The teacher begins by explaining that it is not always easy to remember a new word in another language. Sometimes it is necessary to describe what the word means instead of coming up with the precise word. That feeling of “going blank” when trying to remember a word provides language learners with an opportunity to “think on their feet.” This English idiom refers to being able to communicate or respond at a moment’s notice without preparation. It often occurs in a high-pressure situation, such as taking part in an important conversation or speaking in front of others. In the following game, students will practice “thinking on their feet” as they review the course vocabulary.

First of all, the teacher places the slips of paper with a vocabulary word or phrase written on each one face down on a table at the front of the classroom.

Next, the teacher models how the game is played. He/she chooses a slip of paper and describes the vocabulary word or phrase written on it. The students then try to guess what the word or phrase is. The instructor emphasizes that no part of the vocabulary word or phrase can be mentioned while giving the clues to one’s team. In addition, there is a 2-minute time limit for each student.

The students then count by twos to determine which team they will be on—Team 1 or Team 2. After the two teams are selected, students move to one side of the room or the other to join their teammates. Then, the teacher selects a method of deciding which team goes first.

If Team 1 goes first, then one of the students from Team 1 walks to the front of the room and chooses a slip of paper with a vocabulary word or phrase on it. As the student selects a slip of paper and looks at the vocabulary word(s), the teacher also looks at the slip of paper and asks if the student knows what the word or phrase means. If he/she has no idea what it means, then the teacher takes the slip of paper and allows him/her to select an alternate. Then the instructor makes note of what was on the first paper and replaces it with the other slips of paper, so it may still be used by the other team.

The student will have two minutes to describe the word to Team 1 so that his/her teammates can guess the vocabulary word or phrase. For example, if “simple sentence” is written on the paper, students on Team 1 will shout out words in response to the clues. However, the student at the front of the class must be careful not to use the words “simple” or “sentence” to describe the vocabulary words. If the student accidently says the word “sentence,” then Team 1’s turn is over.

Team 2 then sends one of its students to the front of the room. The student selects a vocabulary word and tries to describe the word or phrase for Team 2 to identify. If Team 2 guesses the word within the two-minute time limit, then Team 2 wins a point. The teacher keeps score on a white board for both teams to see. 

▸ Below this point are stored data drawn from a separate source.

import assert from 'node:assert/strict';
import { readFileSync } from 'node:fs';
import { deflateRawSync } from 'node:zlib';
import type { Page } from 'puppeteer-core';
import { scenario } from './harness.ts';
import { at, catchFiles, designText, press, said, title, until, untilSolved } from './inside.ts';

/** Every breach of the page's security policy from now on, also of parts that are loaded later. */
async function watchPolicy(page: Page): Promise<() => Promise<string[]>> {
  await page.evaluateOnNewDocument(() => {
    const breaches: string[] = [];
    (window as unknown as { breaches: string[] }).breaches = breaches;
    document.addEventListener('securitypolicyviolation', ({ violatedDirective, blockedURI, sourceFile }) => breaches.push(`${violatedDirective} ${blockedURI} ${sourceFile}`));
  });
  return () => page.evaluate(() => (window as unknown as { breaches: string[] }).breaches);
}

/** A design with a name like markup in every place that takes one. */
const HOSTILE = '"><img src=x onerror="window.ran=1"><script>window.ran=1</script>';
function hostileDesign(): object {
  return {
    format: 'halfmark-design/1', title: HOSTILE, notes: HOSTILE, conditions: { temperature: '300 K' }, top: { kind: 'neutral' },
    layers: [
      { name: HOSTILE, material: 'GaAs', thickness: '300 nm', dopants: [{ kind: 'donor', depth: '5 meV', concentration: '1e17 cm^-3' }] },
      { name: `=HYPERLINK("http://x")${HOSTILE}`, material: 'GaAs', thickness: '300 nm', dopants: [{ kind: 'acceptor', depth: '5 meV', concentration: '1e17 cm^-3' }] },
    ],
    variables: [{ name: 'a', value: '1', note: HOSTILE }],
    custom: { metals: [{ id: 'own', workFunction: '4.5 eV', source: HOSTILE }] },
    bottom: { kind: 'neutral' },
  };
}
async function openByLink(page: Page, design: object): Promise<void> {
  const fragment = deflateRawSync(JSON.stringify(design)).toString('base64url');
  await page.evaluate((text) => void (location.hash = `design=${text}`), fragment);
}
/** Something else is said in between, so that an equal sentence is noticed. */
async function clearWords(page: Page): Promise<void> {
  await at(page, ['hm-app', 'hm-messages'], (messages) => void messages.dispatchEvent(new CustomEvent('hm-say', { bubbles: true, composed: true, detail: { text: 'In between.' } })));
  await until('words in between', async () => (await said(page)).includes('In between.'));
}
/** Names of all elements on the page, through every shadow tree. */
const elements = (page: Page) =>
  page.evaluate(() => {
    const names: string[] = [];
    const walk = (root: Document | ShadowRoot): void => {
      for (const element of root.querySelectorAll('*')) {
        names.push(element.localName);
        if (element.shadowRoot) walk(element.shadowRoot);
      }
    };
    walk(document);
    return names;
  });

scenario('The policy of the page allows no inline script, no inline style, no code made of text, and no other server', async ({ page, open, url }) => {
  const breaches = await watchPolicy(page);
  const response = await page.goto(url, { waitUntil: 'networkidle0' });
  const inPage = await page.evaluate(() => document.querySelector('meta[http-equiv="Content-Security-Policy"]')!.getAttribute('content')!);
  for (const policy of [inPage, response!.headers()['content-security-policy']]) {
    assert.doesNotMatch(policy, /unsafe|\*|https?:/);
    for (const rule of ["default-src 'none'", "script-src 'self'", "style-src 'self'", "connect-src 'self'", "worker-src 'self'", "base-uri 'none'", "form-action 'none'"]) assert.ok(policy.split('; ').includes(rule), rule);
  }
  await open();
  await untilSolved(page);
  assert.deepEqual(await breaches(), []);
});

scenario('The licences of what ships are there to be read beside the page', async ({ page, url }) => {
  const answer = await page.goto(`${url}licences.txt`);
  assert.equal(answer!.status(), 200);
  assert.equal(answer!.headers()['content-type'], 'text/plain; charset=utf-8');
  assert.equal(await answer!.text(), readFileSync('src/help/licences.txt', 'utf8'));
});

scenario('Markup in every name of a design stays text on the page and in every file, and breaks no rule', async ({ page, open }) => {
  const breaches = await watchPolicy(page);
  await open();
  await untilSolved(page);
  const before = new Set(await elements(page));
  await openByLink(page, hostileDesign());
  await until('the design, or why not', async () => (await title(page)) === HOSTILE || /was not opened/.test(await said(page)));
  assert.equal(await title(page), HOSTILE, await said(page));
  await untilSolved(page);
  for (const act of ['Projects', 'Starters', 'Take away']) {
    await press(page, ['hm-app', 'hm-conditions'], act);
    await page.keyboard.press('Escape');
  }
  // Its notes, its own entries and its variants, unfolded.
  const desk = ['hm-app', 'hm-desk'];
  for (const [name, tag] of [['Parameters', 'hm-parameters'], ['Variants', 'hm-variants'], ['Ledger', 'hm-ledger']]) {
    await at(page, desk, (element, words) => [...element.shadowRoot!.querySelectorAll<HTMLElement>('[role=tab]')].find((tab) => tab.textContent!.trim().startsWith(words))!.click(), name);
    await until(`the panel ${name}`, async () => (await at(page, [...desk, tag], (element) => element.shadowRoot!.childElementCount > 0)) === true);
    if (name === 'Variants') await press(page, [...desk, tag], 'Copy what is on the page');
    await at(page, [...desk, tag], (element) => [...element.shadowRoot!.querySelectorAll('details')].forEach((details) => (details.open = true)));
  }
  await at(page, ['hm-app', 'hm-notes'], (notes) => [...notes.shadowRoot!.querySelectorAll('details')].forEach((details) => (details.open = true)));
  assert.equal(await at(page, ['hm-app', 'hm-notes', '.inforce'], (line) => line.textContent!.slice(0, 30)), HOSTILE.slice(0, 30));
  await untilSolved(page);
  const after = await elements(page);
  assert.ok(!after.includes('img') || before.has('img'));
  assert.ok(!after.some((name) => name === 'script') || before.has('script'));
  const files = await catchFiles(page);
  await press(page, ['hm-app', 'hm-conditions'], 'Take away');
  for (const [i, words] of ['SVG', 'Profiles', 'Ledger', 'Design file'].entries()) {
    await press(page, ['hm-app', 'hm-leave'], words);
    await until(`the file of "${words}"`, async () => (await files()).length > i);
  }
  const [svg, csv, tsv] = await files();
  assert.doesNotMatch(svg.text, /<(script|img)/);
  assert.doesNotMatch(`${csv.text}\n${tsv.text}`, /(^|[\t\n",])=HYPERLINK/);
  for (const { name } of await files()) assert.match(name, /^[\p{L}\p{N}-]+(\.[a-z]+)+$/u);
  assert.equal(await page.evaluate(() => (window as unknown as { ran?: number }).ran), undefined);
  assert.deepEqual(await breaches(), []);
});

scenario('Hostile links and pasted texts are refused in words, and what is on the page stays', async ({ page, open }) => {
  const breaches = await watchPolicy(page);
  await open();
  await untilSolved(page);
  const before = await designText(page);
  const bomb = deflateRawSync(Buffer.alloc(50e6, ' ')).toString('base64url');
  for (const fragment of [bomb, '%00', 'AAAA', deflateRawSync('{"__proto__":{"polluted":1}}').toString('base64url'), deflateRawSync('['.repeat(2e6)).toString('base64url')]) {
    await clearWords(page);
    await page.evaluate((text) => void (location.hash = `design=${text}`), fragment);
    await until(`words about ${fragment.slice(0, 20)}`, async () => /was not opened|holds no design/.test(await said(page)));
    assert.equal(await designText(page), before);
  }
  for (const text of ['{"__proto__":{"polluted":1}}', `{"a":${'['.repeat(1e5)}`, `{"format":"halfmark-design/1","title":"${'A'.repeat(6e6)}"}`]) {
    await clearWords(page);
    await page.evaluate((given) => {
      const clipboardData = new DataTransfer();
      clipboardData.setData('text/plain', given);
      document.body.dispatchEvent(new ClipboardEvent('paste', { clipboardData, bubbles: true }));
    }, text);
    await until(`words about ${text.slice(0, 20)}`, async () => (await said(page)).includes('The pasted text was not opened'));
    assert.equal(await designText(page), before);
  }
  assert.equal(await page.evaluate(() => ({} as { polluted?: unknown }).polluted), undefined);
  assert.deepEqual(await breaches(), []);
});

The game continues until the class ends. The teacher congratulates both teams on a job well done and presents prizes to the students. 

  • Teacher observation
  • Midterm or Final exam

This game can be difficult for introverted students or students who do not speak English clearly enough for their team members to understand. If the student who is chosen to give clues is silent or does not give understandable clues within 15 seconds, the teacher can ask if he or she would like to choose another team member to help give clues. Then, both students can work together to describe the vocabulary word or phrase for their team. The goal of the game is to review vocabulary rather than embarrass students.


Boardman, C. A. (2008). Writing to communicate 1. White Plains, NY: Pearson Education.        

Folse, K. S., Muchmore-Vokoun, A., & Solomon, E. V. (2014). Great writing 2: great paragraphs. Boston: National Geographic Learning/Cengage Learning.